В ответ на укоры матери касательно того, что надлежало всё-таки позвать лютеранского священника, девушка ответила, что, дескать, считает себя в достаточной степени дочерью этой страны. За что получила от Иоганны «дуру несчастную».
— Так и сказала, — со скорбным наклоном головы повторила Румянцева.
— В точности так? — усомнилась императрица.
— Я находилась возле изголовья постели, — с достоинством ответила Мария Андреевна. — Разделяла нас лишь тонкая стенная перегородка. Так что я могла слышать абсолютно всё, от слова до слова. И ведь только представьте, ваше величество, девушка умирает, девушка, можно сказать, одной ногой уже в могиле («Тьфу, тьфу, тьфу...» — привычно сплюнула императрица и постучала по дереву, совершенно не изменившись при этом в лице), а мамаша обвиняет её — знаете в чём?
— ?!
— Ни за что не поверите. В фарисействе! Она так прямо и сказала дочери, тут, мол, тебе не театр.
— А та сказала, что считает себя русской в значительной мере, так?
— В точности так, ваше величество, — скорбно согласилась статс-дама, как бы погрустневшая от того, что на земле встречаются столь низкие, как эта немка, матери.
— Боже ты мой... — императрица смотрела поверх плеча статс-дамы, в некую даль детства, и вдруг из обоих глаз императрицы потекли злые слёзы — по щекам, на лиф домашнего платья.
Румянцева подумала, не кликнуть ли доктора, но вовремя осадила собственный пыл. В некоторых отношениях она понимала императрицу лучше, нежели та понимала самое себя.
— Я ещё к ним туда тихонько заглянула, у мамаши было такое лицо, словно она хотела сказать, мол, ты подыхаешь, а я здоровая, сильная, переломаю тебя, и всё равно по-моему будет.
Румянцева и видела-то Иоганну-Елизавету от силы десяток раз, меж ними никаких слов сказано не было, однако за короткие мгновения их общения, как это случается подчас между женщинами, воспылала к немке такой ненавистью, что говорила сейчас и — сама верила.
— Так и сказала, что по-ейному будет?!
— Сказать она, конечно, не сказала, но выражение лица было настолько красноречивым, что всё равно, как бы и вслух сказала.
— Ну да, это всё равно, — с готовностью согласилась Елизавета Петровна.
Погрузившись в стратегические размышления, её величество напрочь позабыла о времени. За незашторенными окнами густел и наливался вечер. Сквозняк колебал тяжёлые шторы и ерошил пламя свечей.

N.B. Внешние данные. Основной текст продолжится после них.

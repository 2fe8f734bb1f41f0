import { BASIS_SOURCES } from '@wedgeline/engine/bases'
import { StyleSheet, View } from 'react-native'
import { space } from '@/components/theme'
import { Section } from '@/components/ui/screen'
import { Text } from '@/components/ui/text'
import { clauseText } from '../checks/words'

/** What results rest on beside formulas: factors that a job may set, and readings that an engineer accepts. */
export function FactorsAndReadings({ basis }: { readonly basis: string | null }) {
  const shown = BASIS_SOURCES.filter(({ id }) => basis === null || id === basis)
  return shown.map(({ id, title, factors, readings }) => (
    <Section key={id} title={`Factors and readings, ${title}`}>
      <View role="list" style={styles.list}>
        {factors.map((factor) => (
          <View key={factor.name} role="listitem">
            <Text>{`${factor.title}: ${factor.recommended} recommended, ${factor.least} to ${factor.most} may be set`}</Text>
            <Text kind="small" tone="soft">
              {clauseText(factor.clause)}
            </Text>
          </View>
        ))}
        {readings.map((reading) => (
          <View key={reading.id} role="listitem">
            <Text>{`Reading: ${reading.title}. ${reading.text}`}</Text>
            <Text kind="small" tone="soft">{`Holds for: ${reading.range} ${clauseText(reading.clause)}`}</Text>
          </View>
        ))}
      </View>
    </Section>
  ))
}

/** What no formula of the list answers, said before somebody looks for it. */
const NOT_CHECKED = [
  'Tension at the face of an uneven row, and behind an anchor beside a wide gap: needs elastic analysis of the whole edge. Shown as not covered, with the value of the row as too low.',
  'Anchors within one prism length of a step in depth: the rules of a constant section are refused there.',
  'Anchors inclined or turned beyond the range of the simple rules, and plates as large as their prism: refused.',
  'Long-term losses, stresses in service and the strength of the slab: the design of the tendons is taken as given.',
  'Stressing itself: the tool records strengths and never clears it. A named engineer does.',
]

export function NotChecked() {
  return (
    <Section title="What is not checked">
      <View role="list" style={styles.list}>
        {NOT_CHECKED.map((text) => (
          <View key={text} role="listitem">
            <Text>{text}</Text>
          </View>
        ))}
      </View>
    </Section>
  )
}

const styles = StyleSheet.create({ list: { gap: space.s, maxWidth: 900 } })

Румянцевой давно уже хотелось спать, однако она боролась с дремотой, полагая бестактным намекнуть о позднем часе императрице, которая застыла и напрочь отрешилась от действительности, напоминая сейчас большую птицу, задремавшую на ветке...
А наутро в субботу графиня Румянцева научила похожую лицом на капризного мопса Марфу Семёновну Тендрякову тактично подъехать к императрице и поведать — как бы в простоте душевной — историю о том, как немка принцесса у чуть живой дочери голубой атлас клянчила. История в переложении Тендряковой выглядела достаточно невинной и вместе с тем исключительно чудовищной, чтобы не трепать слово «невероятной» всуе.
— Голубым атласом намеревается наша гостья затмить ваше величество.
В тишине комнаты раздавалось лишь слабое похрустывание, которое в равной мере могло относиться к растопленному камину и сокрытым в толще степных перегородок мышам.
— Затмить, говоришь? — спросила её величество ласковым тоном, таким ласковым, что по спине Тендряковой прошла волна холодных мурашек.
По голосу императрицы Марфа Семёновна безошибочно поняла, что попала в точку.
— Вы только, пожалуйста, не поймите меня превратно, будто бы я против неё...
— Ни в коем случае, — охотно заверила Гендрикову императрица.